* [Task directions]: Your response should give back each record exactly, word for word.

* [Entries taken from a collection]:
────

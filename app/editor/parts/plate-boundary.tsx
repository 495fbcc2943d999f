import { Component, type ReactNode } from "react";

interface Props {
  /** When it changes, drawing is tried again. */
  readonly sign: string;
  readonly title: string;
  readonly children: ReactNode;
}

interface State {
  readonly sign: string;
  readonly fault: string | null;
}

/** A plate that cannot be drawn says so in its place; the sheet goes on. */
export class PlateBoundary extends Component<Props, State> {
  override state: State = { sign: this.props.sign, fault: null };

  static getDerivedStateFromError(error: unknown): Partial<State> {
    return { fault: error instanceof Error ? error.message : String(error) };
  }

  static getDerivedStateFromProps(props: Props, state: State): Partial<State> | null {
    return props.sign === state.sign ? null : { sign: props.sign, fault: null };
  }

  override render(): ReactNode {
    if (this.state.fault === null) return this.props.children;
    return <PlateFault title={this.props.title} fault={this.state.fault} />;
  }
}

/** Said in the place of a plate that cannot be drawn. */
export function PlateFault({ title, fault }: { readonly title: string; readonly fault: string }) {
  return (
    <p className="hl-gloss hl-gloss-error">
      <b aria-hidden="true">‡ </b>
      {title} cannot be drawn: {fault.replace(/\.$/, "")}. Its result is kept; its working may be edited.
    </p>
  );
}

────

* [Solution for this exercise]:
filename app/editor/parts/plate-boundary.tsx
repository 495fbcc2943d999f
import { Component, type ReactNode } from "react";

interface Props {
  /** When it changes, drawing is tried again. */
  readonly sign: string;
  readonly title: string;
  readonly children: ReactNode;
}

interface State {
  readonly sign: string;
  readonly fault: string | null;
}

/** A plate that cannot be drawn says so in its place; the sheet goes on. */
export class PlateBoundary extends Component<Props, State> {
  override state: State = { sign: this.props.sign, fault: null };

  static getDerivedStateFromError(error: unknown): Partial<State> {
    return { fault: error instanceof Error ? error.message : String(error) };
  }

  static getDerivedStateFromProps(props: Props, state: State): Partial<State> | null {
    return props.sign === state.sign ? null : { sign: props.sign, fault: null };
  }

  override render(): ReactNode {
    if (this.state.fault === null) return this.props.children;
    return <PlateFault title={this.props.title} fault={this.state.fault} />;
  }
}

/** Said in the place of a plate that cannot be drawn. */
export function PlateFault({ title, fault }: { readonly title: string; readonly fault: string }) {
  return (
    <p className="hl-gloss hl-gloss-error">
      <b aria-hidden="true">‡ </b>
      {title} cannot be drawn: {fault.replace(/\.$/, "")}. Its result is kept; its working may be edited.
    </p>
  );
}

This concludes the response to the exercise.